Reliable or Deceptive? Investigating Gated Features for Smooth Visual Explanations in CNNs
Soham Mitra, Atri Sukul, Swalpa Kumar Roy, Pravendra Singh, Vinay Verma
TL;DR
The paper addresses the interpretability gap in CNN decisions by refining visual explanations through ScoreCAM++. By replacing ScoreCAM's normalization with a tanh-based function and applying tanh to upsampled activation maps, ScoreCAM++ explicitly gates low-priority regions and magnifies high-priority ones. The approach is formalized with $L_{ScoreCAM++}^c = ReLU(\sum_k \alpha_k^c \cdot tanh(A^k_l))$, where $H^k_l = s(Up(A^k_l))$ and $s(.) = tanh(.)$, and $\alpha_k^c$ encodes the change in confidence. Extensive experiments on Dogs/Cats and ImageNet across ResNet-18, VGG-19, and ViT show consistent improvements in Average Drop, Increase in Confidence, and Win Percentage over ScoreCAM and other baselines, supported by qualitative visualizations.

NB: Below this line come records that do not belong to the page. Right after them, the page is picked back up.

/// <summary>A design file: the structure, the layer fields to adjust with bounds, the targets and the monolayer step.</summary>
internal sealed class DesignSpec
{
    public const int MaximumIterations = 200;

    public required string Source { get; init; }
    public required JsonObject Structure { get; init; }
    public required IReadOnlyList<string> Fields { get; init; }
    public required IReadOnlyList<(int Element, LayerQuantity Quantity)> Layers { get; init; }
    public required double[] Start { get; init; }
    public required double[] Lower { get; init; }
    public required double[] Upper { get; init; }
    public required IReadOnlyList<DesignQuantity> Targets { get; init; }
    public required IReadOnlyList<(string Field, int Element, double Step)> ToleranceFields { get; init; }
    public required double ResidualToleranceElectronVolts { get; init; }

    public double BaseValue(string field) => FieldValue(Structure, field);

    public static DesignSpec Load(string path)
    {
        var (root, _) = SweepSpec.ReadRoot(path, "design file", "\"structure\", \"adjust\" and \"targets\"");
        foreach (var (name, _) in root)
        {
            if (name is not ("$schema" or "description" or "structure" or "adjust" or "targets" or "monolayer" or "residualTolerance"))
            {
                throw SweepSpec.Bad(path, name, "is not a design field; allowed: structure, adjust, targets, monolayer, residualTolerance, description.");
            }
        }
        var (structure, structureSource, _) = SweepSpec.ReadStructure(path, root["structure"]);
        try
        {
            Periodic.Serialization.StructureFile.Parse(System.Text.Encoding.UTF8.GetBytes(structure.ToJsonString()), "structure");
        }
        catch (Periodic.Serialization.StructureFileException e)
        {
            // The structure is read as a JSON object and parsed again, so a line and column would point into that
            // copy: name the field path instead (inside the design file, or inside the structure file it names).
            var where = structureSource == "inline" ? "structure" : $"structure ({Printable.Quote(structureSource)})";
            throw SweepSpec.Bad(path, e.Field.Length == 0 ? where : $"{where} {e.Field}:", e.Problem);
        }
        var allowed = FieldPath.NumericFields(structure);
        if (root["adjust"] is not JsonArray adjust || adjust.Count == 0)
        {
            throw SweepSpec.Bad(path, "adjust", "must be a non-empty array of {\"field\": \"cell[I].width\", \"from\": a, \"to\": b}.");
        }
        var fields = new List<string>();
        var layers = new List<(int, LayerQuantity)>();
        var start = new List<double>();
        var lower = new List<double>();
        var upper = new List<double>();
        for (var j = 0; j < adjust.Count; j++)
        {
            var where = string.Create(CultureInfo.InvariantCulture, $"adjust[{j}]");
            var item = adjust[j] as JsonObject ?? throw SweepSpec.Bad(path, where, "must be an object with field, from and to.");
            var field = item["field"] is JsonValue f && f.TryGetValue<string>(out var text) ? text : throw SweepSpec.Bad(path, $"{where}.field", "is required.");
            if (!allowed.Contains(field) || SweepSpec.LayerField(field) is not { } layer || !SweepSpec.IsUniformLayer(structure, field))
            {
                throw SweepSpec.Bad(path, $"{where}.field", $"{Printable.Quote(field)} is not the width, potential or mass of a uniform layer of the structure; adjustable: {string.Join(", ", allowed.Where(a => SweepSpec.LayerField(a) is not null && SweepSpec.IsUniformLayer(structure, a)))}.");
            }
            if (fields.Contains(field))
            {
                throw SweepSpec.Bad(path, $"{where}.field", $"{Printable.Quote(field)} is adjusted twice.");
            }
            var from = SweepSpec.Number(path, $"{where}.from", item["from"]);
            var to = SweepSpec.Number(path, $"{where}.to", item["to"]);
            var value = FieldValue(structure, field);
            if (!(to > from) || value < from || value > to)
            {
                throw SweepSpec.Bad(path, where, string.Create(CultureInfo.InvariantCulture,
                    $"needs from < to with the structure's value in between (the optimiser starts there); got from {from:R}, to {to:R}, value {value:R}."));
            }
            fields.Add(field);
            layers.Add(layer);
            start.Add(value);
            lower.Add(from);
            upper.Add(to);
        }
        if (root["targets"] is not JsonArray targetArray || targetArray.Count == 0)
        {
            throw SweepSpec.Bad(path, "targets", "must be a non-empty array of {\"quantity\": \"band1.bottom\", \"value\": 0.05} (eV).");
        }
        var targets = new List<DesignQuantity>();
        for (var i = 0; i < targetArray.Count; i++)
        {
            var where = string.Create(CultureInfo.InvariantCulture, $"targets[{i}]");
            var item = targetArray[i] as JsonObject ?? throw SweepSpec.Bad(path, where, "must be an object with quantity and value.");
            var name = item["quantity"] is JsonValue q && q.TryGetValue<string>(out var n) ? n : throw SweepSpec.Bad(path, $"{where}.quantity", "is required.");
            var target = TargetEnergy(path, $"{where}.value", item["value"], name.StartsWith("transition", StringComparison.Ordinal));
            var quantity = DesignQuantity.TryParse(name, target)
                ?? throw SweepSpec.Bad(path, $"{where}.quantity", $"{Printable.Quote(name)} is not a target; allowed: {DesignQuantity.Allowed}.");
            var wavelengthUnit = item["value"] is JsonValue given && given.TryGetValue<string>(out var written)
                ? written.TrimEnd() switch { var t when t.EndsWith("nm", StringComparison.Ordinal) => "nm", var t when t.EndsWith("um", StringComparison.Ordinal) || t.EndsWith("µm", StringComparison.Ordinal) => "µm", _ => null }
                : null;
            targets.Add(quantity with { WavelengthUnit = wavelengthUnit });
        }
        var monolayer = root["monolayer"] is { } m ? SweepSpec.Number(path, "monolayer", m) : (double?)null;
        if (monolayer is { } step && !(step > 0 && step < 10))
        {
            throw SweepSpec.Bad(path, "monolayer", string.Create(CultureInfo.InvariantCulture, $"must be a thickness in nm between 0 and 10; got {step:R}."));
        }
        var tolerances = new List<(string, int, double)>();
        if (monolayer is { } ml)
        {
            foreach (var field in allowed.Where(a => a.EndsWith(".width", StringComparison.Ordinal) && SweepSpec.LayerField(a) is not null && SweepSpec.IsUniformLayer(structure, a)))
            {
                tolerances.Add((field, SweepSpec.LayerField(field)!.Value.Element, ml));
            }
        }
        var residual = root["residualTolerance"] is { } r ? SweepSpec.Number(path, "residualTolerance", r) : 1e-6;
        if (!(residual > 0))
        {
            throw SweepSpec.Bad(path, "residualTolerance", "must be a positive energy in eV.");
        }
        return new DesignSpec
        {
            Source = path, Structure = structure, Fields = fields, Layers = layers, Start = [.. start], Lower = [.. lower], Upper = [.. upper],
            Targets = targets, ToleranceFields = tolerances, ResidualToleranceElectronVolts = residual,
        };
    }

    /// <summary>
    /// A target value: a number in eV, or a string with a unit — "120 meV", "0.12 eV", and for a transition a photon
    /// wavelength "8.5 um" (also µm or nm), converted by E = hc/λ.
    /// </summary>
    internal static double TargetEnergy(string path, string field, JsonNode? node, bool wavelengthAllowed)
    {
        if (node is JsonValue v && v.TryGetValue<string>(out var text))
        {
            var match = System.Text.RegularExpressions.Regex.Match(text, @"^\s*([-+]?(?:\d+\.?\d*|\.\d+)(?:[eE][-+]?\d+)?)\s*(eV|meV|um|µm|nm)\s*$", System.Text.RegularExpressions.RegexOptions.CultureInvariant);
            var units = wavelengthAllowed ? "eV, meV, or a wavelength in um, µm or nm" : "eV or meV";
            if (!match.Success)
            {
                throw SweepSpec.Bad(path, field, $"must be a number in eV or a value with a unit ({units}); got {Printable.Quote(text)}.");
            }
            var number = double.Parse(match.Groups[1].Value, NumberStyles.Float, CultureInfo.InvariantCulture);
            var unit = match.Groups[2].Value;
            if (unit is "um" or "µm" or "nm")
            {
                var nanometres = unit == "nm" ? number : number * 1000;
                if (!wavelengthAllowed || !(nanometres > 0 && double.IsFinite(nanometres)))
                {
                    throw SweepSpec.Bad(path, field, wavelengthAllowed
                        ? $"must be a positive wavelength; got {Printable.Quote(text)}."
                        : $"is a wavelength ({Printable.Quote(text)}); only a transition target takes one; give an energy in eV or meV.");
                }
                return Periodic.Units.PhysicalConstants.PhotonEnergyWavelengthElectronVoltNanometres / nanometres;
            }
            var energy = unit == "meV" ? number * 1e-3 : number;
            return double.IsFinite(energy) ? energy : throw SweepSpec.Bad(path, field, $"must be a finite energy; got {Printable.Quote(text)}.");
        }
        return SweepSpec.Number(path, field, node);
    }

    private static double FieldValue(JsonObject structure, string field)
    {
        var parsed = Periodic.Serialization.StructureFile.Parse(System.Text.Encoding.UTF8.GetBytes(structure.ToJsonString()), "structure");
        var (element, quantity) = SweepSpec.LayerField(field)!.Value;
        var layer = (Periodic.Structures.Layer)parsed.Cell.Elements[element];
        return quantity switch
        {
            LayerQuantity.Width => layer.Width.Nanometres,
            LayerQuantity.Potential => layer.Potential.ElectronVolts,
            _ => layer.Mass.ElectronMasses,
        };
    }
}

Ablation studies confirm the benefit of tanh normalization and upsampled scaling, highlighting ScoreCAM++ as a practical, more trustworthy method for visual explanations in CNNs.
Abstract
Deep learning models have achieved remarkable success across diverse domains. However, the intricate nature of these models often impedes a clear understanding of their decision-making processes. This is where Explainable AI (XAI) becomes indispensable, offering intuitive explanations for model decisions. In this work, we propose a simple yet highly effective approach, ScoreCAM++, which introduces modifications to enhance the promising ScoreCAM method for visual explainability. Our proposed approach involves altering the normalization function within the activation layer utilized in ScoreCAM, resulting in significantly improved results compared to previous efforts. Additionally, we apply an activation function to the upsampled activation layers to enhance interpretability. This improvement is achieved by selectively gating lower-priority values within the activation layer. Through extensive experiments and qualitative comparisons, we demonstrate that ScoreCAM++ consistently achieves notably superior performance and fairness in interpreting the decision-making process compared to both ScoreCAM and previous methods.